- _Problem details_: Once the line containing "slow_exchange_below_k = 250.0" is found in the entries below, restate it and each following line word for word, stopping after the line containing "# optional per".

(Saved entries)
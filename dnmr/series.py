"""Variable-temperature series: the series file, a fit of every spectrum, and the outputs.

Series file (TOML; the first four keys are fixed by the project's interface contract)::

    model = "model.toml"              # relative to this file
    [fit]                             # optional; every option of dnmr.fitting.FitOptions, plus
    region_ppm = [2.6, 3.8]
    shifts = "slow-exchange-trend"    # "fixed" (default), "free", or from the slow-exchange spectra
    slow_exchange_below_k = 250.0     # optional: which spectra count as slow exchange for that trend
    [fit.parameters]                  # optional: fix, bound or tie parameters by name
    linewidth_hz_anti = { value = 1.1, vary = false }
    [[spectrum]]
    file = "spectra/t240.csv"         # two-column text, JCAMP-DX, or a processed-data folder
    temperature_k = 240.0
    # optional per spectrum: frequency_mhz, axis, and the fit options region_ppm, noise_ppm, noise,
    # baseline_order, phase, frequency_offset, max_offset_hz, linewidth, parameters

Fitting a series
----------------
Spectra are fitted in parallel (one worker process per core), each seeded from spectra fitted before it
in a fixed order: the coldest and the hottest first, then the middle temperature, then the middles of
the halves, and so on; a spectrum takes its rates from an Eyring line through the rates of the spectra
of earlier rounds (ln(k/T) linear in 1/T), the other parameters from the nearest of them.  The seeds
never depend on which fit finishes first, so the same inputs give the same numbers, serial or parallel.
BLAS is held to one thread in every process (the matrices are small; threads only contend), and worker
processes end with the process that started them.

With ``shifts = "slow-exchange-trend"`` the shifts of the fast-exchange spectra, which the spectra
themselves do not determine, are taken from the slow-exchange ones: the spectra in slow exchange
(below ``slow_exchange_below_k``, else those whose rate is under a quarter of the coalescence rate
pi dnu / sqrt 2 of the closest exchanging pair, Gutowsky & Holm 1956) are refitted with free shifts,
each shift is regressed linearly on temperature (weighted by its standard error), and every other
spectrum is refitted with the shifts fixed at the line's value at its temperature.

Outputs (in OUTDIR, written atomically)
---------------------------------------
``rates.csv``
    One row per spectrum and process: the contract's columns temperature_k, process, rate_per_s,
    rate_stderr, rate_lower, rate_upper, then status, log10 rate and its error, the profile's 68 %
    interval, linewidths, shifts, populations, offset, phase, chi-square, noise, the spectrum file,
    flags and a note (why a bound, or why a fit failed).
``results.json``
    Everything: versions, input file hashes (SHA-256), options, every parameter with its error, the
    chi-square profiles, the shift trend, the failures.
``figures/NNN_<name>.png``, ``series_fits.png``
    Data, fit and residuals of each spectrum; the whole series stacked, measured against fitted.
``fits/NNN_<stage>.json``
    Each fit as it finishes (what ``--resume`` continues from: a fit is reused only when the spectrum
    file, its temperature, the options and the model are unchanged).

Input files are only read.  An existing OUTDIR is refused unless ``overwrite`` (its earlier results
are replaced) or ``resume``.  A spectrum that cannot be read or fitted is reported and the others are
still fitted.
"""
from __future__ import annotations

- _Task result_:
    slow_exchange_below_k = 250.0     # optional: which spectra count as slow exchange for that trend
    [fit.parameters]                  # optional: fix, bound or tie parameters by name
    linewidth_hz_anti = { value = 1.1, vary = false }
    [[spectrum]]
    file = "spectra/t240.csv"         # two-column text, JCAMP-DX, or a processed-data folder
    temperature_k = 240.0
    # optional per spectrum: frequency_mhz, axis, and the fit options region_ppm, noise_ppm, noise,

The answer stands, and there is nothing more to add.